October 25th, 2012 | 5 min read

By Brett McCracken

My vote won’t matter at all in California, but I sent in my ballot last week anyway, voting for Mitt Romney. Am I super excited about everything Romney stands for? Not at all. I’m uncomfortable with his Mormon faith, regret that he supports drone strikes & the use of torture, and absolutely wince when he says things like “America is the hope of the earth.”

speaking at CPAC in Washington D.C. on Februar... (Photo credit: Wikipedia)

I’m also not one of those people who thinks Obama is an unqualified disaster of a president. I like a lot of things about him and had high hopes for his presidency four years ago. I think he’s a good guy, a family man, and not the villain the Ann Coulter Fox News crazies would label him.

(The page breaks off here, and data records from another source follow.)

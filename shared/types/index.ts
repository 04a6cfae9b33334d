export * from './plan-request';
export * from './plan';
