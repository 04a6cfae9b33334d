import '../i18n/localize';
import type { Role } from './api';

/**
 * A member's role in words, wherever people read one: screens, e-mails and server messages (never
 * the role code). The glossary in DEVELOPERS.md names these three.
 */
export const ROLE_LABELS: Record<Role, string> = {
  lead: $localize`Head of coaching`,
  coach: $localize`Coach`,
  assistant: $localize`Assistant`,
};

/** The same words inside a sentence: "… to join as a coach". */
export const ROLE_IN_A_SENTENCE: Record<Role, string> = {
  lead: $localize`:role inside a sentence, e.g. join as …:head of coaching`,
  coach: $localize`:role inside a sentence, e.g. join as …:a coach`,
  assistant: $localize`:role inside a sentence, e.g. join as …:an assistant`,
};
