import type { Role } from './api';

/**
 * A member's role in words, wherever people read one: screens, e-mails and server messages (never
 * the role code). The glossary in DEVELOPERS.md names these three.
 */
export const ROLE_LABELS: Record<Role, string> = {
  lead: 'Head of coaching',
  coach: 'Coach',
  assistant: 'Assistant',
};

/** The same words inside a sentence: "… to join as a coach". */
export const ROLE_IN_A_SENTENCE: Record<Role, string> = {
  lead: 'head of coaching',
  coach: 'a coach',
  assistant: 'an assistant',
};
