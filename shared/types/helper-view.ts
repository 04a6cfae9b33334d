/** API shapes of helper links: a read-only view of one plan for a parent helper without an account. */
import type { Notice, Phase } from './plan';
import type { PlanKind } from './plan-request';
import type { Units } from '../units';

/** A live helper link as the team's staff see it (the token itself is never stored). */
export interface HelperLinkDto {
  id: string;
  planId: string;
  createdAt: string;
  /** When the link stops working. */
  expiresAt: string;
  /** Who made it, or null when they have left the club. */
  createdByName: string | null;
  /** How many people it was e-mailed to with the plan (0 when made to copy). */
  emailedTo: number;
}

/** Answer of POST /api/plans/:id/helper-links: the only time the link's address is shown. */
export interface CreatedHelperLinkDto extends HelperLinkDto {
  /** The address to hand on; its token is in the fragment (after #), so no server ever logs it. */
  url: string;
}

/**
 * Answer of GET /api/helper-view: what a helper needs on the pitch and nothing more. Player ids
 * are replaced by stand-ins (`h1`, `h2` …) and names are first names only.
 */
export interface HelperViewDto {
  teamName: string;
  kind: PlanKind;
  /** YYYY-MM-DD, if the plan has a date. */
  date: string | null;
  /** HH:MM, if given. */
  kickOff: string | null;
  minutes: number;
  playerCount: number;
  phases: Phase[];
  /** Safety cautions of the plan. */
  cautions: Notice[];
  /** First name by stand-in id; a repeated first name gets a number ("Sam", "Sam 2"). */
  names: Record<string, string>;
  expiresAt: string;
  /**
   * The units the helper reads sizes and temperatures in: those of the coach who made the link,
   * or the club's once they have left. The plan itself stays metric, as everywhere.
   */
  units: Units;
}

/** The request header that carries a helper link's token to GET /api/helper-view. */
export const HELPER_TOKEN_HEADER = 'Helper-Token';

But for this moment in America, I think it’s wise to switch course and give Romney a chance. Here are a few of my personal reasons for voting for him:

Abortion. I’m pro-life and this will always be a deal-breaker for me. Fighting for the “reproductive right” to destroy a living being will always be sickening to me, and I’ve been particularly sickened this year with the Democrats’ tactic of equating the pro-life cause with some sort of “war against women.” That’s just silly and makes disturbing light of the real issue: the war on unborn children, which takes more than 1.2 million lives a year in America.

The Economy: I have real concerns about the U.S. economy, both in its current state and its long-term viability. And so much else depends on a solid, growing economy: national security, the effectiveness of our foreign policy, our education system, the plight of the poor, and so on. The federal government is addicted to accumulating debt and spending money that isn’t there. On the track of spending and debt-accumulation we’re currently on, the world my children will inherit will look something like the landscape of Cormac McCarthy’s The Road. Dire. I have hopes that Mitt Romney’s business-savvy and focus on private-sector growth and job creation will prove much more effective for America’s economic recovery and long-term fiscal stability.

Religious Liberty.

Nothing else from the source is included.